If you didn’t get the exam grades you were looking for or you don’t have an offer for a place at university for the coming academic year (2016), the UCAS Clearing system could be for you.
First-things-first, getting into higher education isn’t easy; it’s not supposed to be. In fact every year tens of thousands of students find a place, not through the initial direct UCAS application system but through Clearing. Whilst it may not be what you expected to have to do to get into a degree course (or similar), you shouldn’t feel too unhappy and certainly not worried. Clearing can provide options for you. The key to using it is in understanding the process and being prepared.
Clearing is an official part of the University and Colleges Admissions Services (UCAS), the organisation, that as you’ll already know (if you’ve applied to a university course) through which your applications to universities and most colleges of higher education are processed. Clearing is a way for universities to fill any spaces they have left for the new academic year and gives applicants who do not hold an offer another chance of finding a university place.
(If you’re eligible for Clearing, your Clearing number will be on the ‘Welcome’ page and ‘Your choices’ section of Track – the online system you’ll have used during your application process.)
Identifying courses that interest you
Clearing allows you to identify the courses (with vacancies) that interest you and contact course providers directly to discuss whether or not they’ll offer you a place. Just as you did during your original application (and persona statement) remember that universities are looking for the best undergraduates they can find. This still stands – make sure you have an idea about why you want to study that particular course at that particular university.

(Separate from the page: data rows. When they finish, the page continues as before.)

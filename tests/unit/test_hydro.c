/* The per-pond tracker over a synthetic pond: daily balances recover the
 * evaporation that drove the pond (worked from the masses), through
 * transfers and rain; the window's spread gives the range; drift is
 * flagged; the report and its JSON carry the figures. */
#include <math.h>
#include <setjmp.h>
#include <stdarg.h>
#include <stddef.h>
#include <stdio.h>
#include <string.h>
#include <cmocka.h>

#include "hydro_demo_curve.h"
#include "hydro_near.h"

#include "hc_forecast.h"
#include "hs_hydro.h"
#include "hs_hydro_json.h"

/* Synthetic brine of these tests: salt concentration c = K (rho - 998.2)
 * kg/m3 (invented, linear through fresh water). */
#define K_SALT 1.5
static double rho_of_w(double w)
{
    return 998.2 * K_SALT / (K_SALT - w);
}

/* A 4 ha pond with 3:1 dikes, tracked by water and salt mass. */
struct pond {
    double water_kg, salt_kg;
};

static hc_pond_shape shape = {.is_table = 0, .prism = {40000, 0, 3, 1.5}};

static void observe(const struct pond *p, double t_s, double bias_kg_m3, struct hs_hydro_sample *s)
{
    double w = p->salt_kg / (p->salt_kg + p->water_kg);
    double rho = rho_of_w(w);
    double v = (p->salt_kg + p->water_kg) / rho;
    double h;
    assert_int_equal(hc_shape_level_of_volume(&shape, v, &h), HC_OK);
    double rho_seen = rho + bias_kg_m3;
    s->t_s = t_s;
    s->level_m = h;
    s->density_kg_m3 = rho_seen;
    /* The sensor's salinity follows its own density reading. */
    s->salinity_g_kg = 1000 * K_SALT * (rho_seen - 998.2) / rho_seen;
    s->cf = (p->salt_kg / p->water_kg) / 0.0363;
    s->water_activity = 1 - 0.95 * w;
}

/* Runs `days` days of hourly steps at the given daily rates [mm/day];
 * on day 2 pumps in 300 m3 of brine (rho 1100, from the synthetic
 * relation) at noon, and on day 4 sends out 150 m3; rain 8 mm on day 5. */
static void run_pond(struct hs_hydro *h, struct pond *p, const double *rates, int days,
                     double bias_last_day)
{
    const hc_brine_curve *curve = hydro_demo_curve();
    struct hs_hydro_sample s;
    observe(p, 0, 0, &s);
    assert_int_equal(hs_hydro_sample(h, &s, curve), 0);
    for (int d = 0; d < days; d++) {
        for (int hour = 1; hour <= 24; hour++) {
            double v_now, area, lvl;
            observe(p, 0, 0, &s);
            lvl = s.level_m;
            hc_shape_at_level(&shape, lvl, &v_now, &area);
            p->water_kg -= rates[d] / 1000.0 / 24 * area * 1000; /* E A rho_d per hour */
            if (hour == 12 && d == 2) {
                double w_in = K_SALT * (1100 - 998.2) / 1100, m = 300 * 1100;
                p->water_kg += m * (1 - w_in);
                p->salt_kg += m * w_in;
                assert_int_equal(hs_hydro_transfer(h, 1, 300, 1100, 1000 * w_in), 0);
            }
            if (hour == 12 && d == 4) {
                /* Out at the pond's current make-up (NaN: the tracker's latest
                 * reading; the hour's step is small, so use the true one). */
                double w = p->salt_kg / (p->salt_kg + p->water_kg), rho = rho_of_w(w);
                p->water_kg -= 150 * rho * (1 - w);
                p->salt_kg -= 150 * rho * w;
                assert_int_equal(hs_hydro_transfer(h, 0, 150, rho, 1000 * w), 0);
            }
            if (hour == 18 && d == 5) {
                observe(p, 0, 0, &s);
                hc_shape_at_level(&shape, s.level_m, NULL, &area);
                p->water_kg += 0.008 * area * 1000;
                assert_int_equal(hs_hydro_rain(h, 8), 0);
            }
            double bias = (d == days - 1 && hour == 24) ? bias_last_day : 0;
            observe(p, (d * 24 + hour) * 3600.0, bias, &s);
            assert_int_equal(hs_hydro_sample(h, &s, curve), 0);
        }
    }
}

static void daily_rates_recovered(void **unused)
{
    (void)unused;
    struct hs_hydro_config cfg;
    hs_hydro_config_default(&cfg);
    cfg.shape = shape;
    struct hs_hydro h;
    assert_int_equal(hs_hydro_init(&h, &cfg), 0);
    /* 0.6 m of brine at w = 0.10 to start. */
    struct pond p;
    double v0;
    hc_shape_at_level(&shape, 0.6, &v0, NULL);
    double m0 = v0 * rho_of_w(0.10);
    p.salt_kg = 0.10 * m0;
    p.water_kg = 0.90 * m0;
    const double rates[7] = {5, 6, 7, 5, 6, 7, 6};
    run_pond(&h, &p, rates, 7, 0);
    assert_int_equal(h.n_rates, 7);
    /* The area changes within each hour the pond is stepped, and the
     * balance uses the mean of the hourly areas: agreement within 0.5 %
     * of the rate (the area moves about 0.1 % over a day here). */
    double worst = 0;
    for (int d = 0; d < 7; d++) {
        assert_near(h.rates[d], rates[d], 0.005 * rates[d]);
        worst = fmax(worst, fabs(h.rates[d] - rates[d]) / rates[d]);
    }
    printf("# daily balance vs driven evaporation: worst relative error %.2e\n", worst);
    assert_int_equal(h.drift, 0);
    struct hs_hydro_report r;
    hs_hydro_report(&h, hydro_demo_curve(), 6.0, 9.8, NAN, NAN, &r);
    /* Mean 6.0 and sample s.d. of {5,6,7,5,6,7,6} = sqrt(4/6) (by hand). */
    assert_near(r.net_evaporation_mm_day, 6.0, 0.03);
    assert_near(r.net_evaporation_high_mm_day - r.net_evaporation_mm_day, sqrt(4.0 / 6), 0.03);
    assert_int_equal(r.rate_days, 7);
    /* Dissolved salt: the synthetic pond's own [t]. */
    assert_near(r.dissolved_salt_t, p.salt_kg / 1000, 1e-6 * p.salt_kg / 1000);
    assert_true(isnan(r.deposited_salt_t)); /* not a crystalliser */
    /* The range brackets: faster evaporation, fewer days. */
    assert_true(r.days_to_target_low > 0 && r.days_to_target_low < r.days_to_target_expected &&
                r.days_to_target_expected < r.days_to_target_high);
    hs_pond_extra x;
    hs_hydro_report_to_extra(&r, &x);
    assert_near(x.days_to_next_stage, r.days_to_next_stage_expected, 0);
    assert_near(x.volume_m3, r.volume_m3, 0);
    assert_true(r.days_to_next_stage_low > r.days_to_target_low);
    /* And it is the forecast at the ends of the rate range. */
    hc_forecast_input in = {&shape, hydro_demo_curve(), h.last.level_m, h.last.cf,
                            r.net_evaporation_high_mm_day, 0, 0};
    double d;
    assert_int_equal(hc_forecast_days_to_cf(&in, 6.0, &d), HC_OK);
    assert_near(r.days_to_target_low, d, 1e-9);
}

static void drift_flagged_and_override(void **unused)
{
    (void)unused;
    struct hs_hydro_config cfg;
    hs_hydro_config_default(&cfg);
    cfg.shape = shape;
    cfg.crystalliser = 1;
    cfg.pan_mm_day = 10;
    cfg.relative_humidity = 0.5;
    struct hs_hydro h;
    assert_int_equal(hs_hydro_init(&h, &cfg), 0);
    struct pond p;
    double v0;
    hc_shape_at_level(&shape, 0.6, &v0, NULL);
    double m0 = v0 * rho_of_w(0.10);
    p.salt_kg = 0.10 * m0;
    p.water_kg = 0.90 * m0;
    const double rates[2] = {6, 6};
    run_pond(&h, &p, rates, 2, 6.0); /* the densitometer reads 6 kg/m3 high at the end */
    assert_int_equal(h.drift, 1);
    struct hs_hydro_report r;
    hs_hydro_report(&h, hydro_demo_curve(), NAN, NAN, 4.0, 0.5, &r);
    assert_int_equal(r.density_drift, 1);
    assert_true(fabs(r.balance_density_kg_m3 - (h.last.density_kg_m3 - 6.0)) < 0.5);
    assert_near(r.net_evaporation_mm_day, 4.0, 0);
    assert_near(r.net_evaporation_low_mm_day, 3.5, 0);
    assert_true(isnan(r.days_to_target_low)); /* no target given */
    assert_true(isfinite(r.deposited_salt_t));
    /* Expected: 10 x 0.7 x (a_w - 0.5) / 0.5 (Salhotra et al. 1985 form). */
    assert_near(r.expected_evaporation_mm_day, 7 * (h.water_activity - 0.5) / 0.5, 1e-9);

    json_t *o = json_object();
    assert_int_equal(hs_hydro_report_to_json(&r, o), 0);
    assert_true(json_is_true(json_object_get(o, "calibration_drift")));
    assert_true(json_is_null(json_object_get(json_object_get(o, "days_to_target"), "low")));
    assert_near(json_real_value(json_object_get(json_object_get(o, "net_evaporation_range_mm_day"),
                                                "high")),
                4.5, 0);
    assert_true(json_is_real(json_object_get(o, "volume_m3")));
    assert_true(json_is_real(json_object_get(o, "deposited_salt_t")));
    json_decref(o);
}

static void bad_samples_refused(void **unused)
{
    (void)unused;
    struct hs_hydro_config cfg;
    hs_hydro_config_default(&cfg);
    cfg.shape = shape;
    struct hs_hydro h;
    assert_int_equal(hs_hydro_init(&h, &cfg), 0);
    struct hs_hydro_sample s = {100, 0.5, 1100, 130, 3, 0.9};
    assert_int_equal(hs_hydro_sample(&h, &s, NULL), 0);
    struct hs_hydro_sample back = s;
    back.t_s = 50;
    assert_int_equal(hs_hydro_sample(&h, &back, NULL), -1);
    struct hs_hydro_sample nolevel = s;
    nolevel.level_m = NAN;
    assert_int_equal(hs_hydro_sample(&h, &nolevel, NULL), -1);
    struct hs_hydro_sample over = s;
    over.level_m = 9;
    assert_int_equal(hs_hydro_sample(&h, &over, NULL), -1);
    assert_int_equal(hs_hydro_rain(&h, -1), -1);
    assert_int_equal(hs_hydro_transfer(&h, 1, -5, 1100, 130), -1);
    /* Unknown brine pumped in spoils the day: no rate from it. */
    assert_int_equal(hs_hydro_transfer(&h, 1, 50, NAN, NAN), 0);
    struct hs_hydro_sample next = s;
    next.t_s = 100 + HS_HYDRO_DAY_S;
    assert_int_equal(hs_hydro_sample(&h, &next, NULL), 0);
    assert_int_equal(h.n_rates, 0);
    struct hs_hydro_config bad = cfg;
    bad.window_days = 0;
    assert_int_equal(hs_hydro_init(&h, &bad), -1);
    const double seed[2] = {4, NAN};
    assert_int_equal(hs_hydro_seed(&h, seed, 2, 0), -1);
    assert_int_equal(hs_hydro_seed(&h, seed, 1, 1000), 0);
    assert_int_equal(h.n_rates, 1);
}

int main(void)
{
    const struct CMUnitTest tests[] = {
        cmocka_unit_test(daily_rates_recovered),
        cmocka_unit_test(drift_flagged_and_override),
        cmocka_unit_test(bad_samples_refused),
    };
    return cmocka_run_group_tests(tests, NULL, NULL);
}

It’s a good idea to look at individual university profiles on either the UCAS website or the websites of individual universities. Keep going until you receive an offer you are interested in accepting. Informal offers are usually issued immediately or very soon after you’ve spoken with a university. (You can collect a number of informal offers and then make a choice from them.)
You’ll need to give the universities you contact your Clearing number. This will be on the welcome email you received from the Track service. (You’ll know you’re using Clearing if your Track status reads: ‘You are in Clearing’ or ‘Clearing has started’ – if it doesn’t it may be that your results haven’t been updated and it might be that your application, even if you haven’t met the entry conditions, to a particular university, is still being considered. If this is the case, contact them to see if they are still prepared to accept you.) The search tool on the UCAS website enables you to find courses that might be suitable for you. (Once you have a verbal offer from a university that you’d like to go to, you can add the course in Track.)
You may have originally only applied for one course for the reduced fee of £12, in which case you’ll have to pay an additional £11 to enable you to apply for multiple courses.
Check the official Clearing listings on the UCAS website, or the websites of individual universities to find out about vacancies. These official listings are always the most comprehensive and up-to-date. (There may be a few vacancies not listed in the official vacancy listings because the universities know they can fill them with speculative applicants but these tend to be small in number and get snapped up pretty quickly.)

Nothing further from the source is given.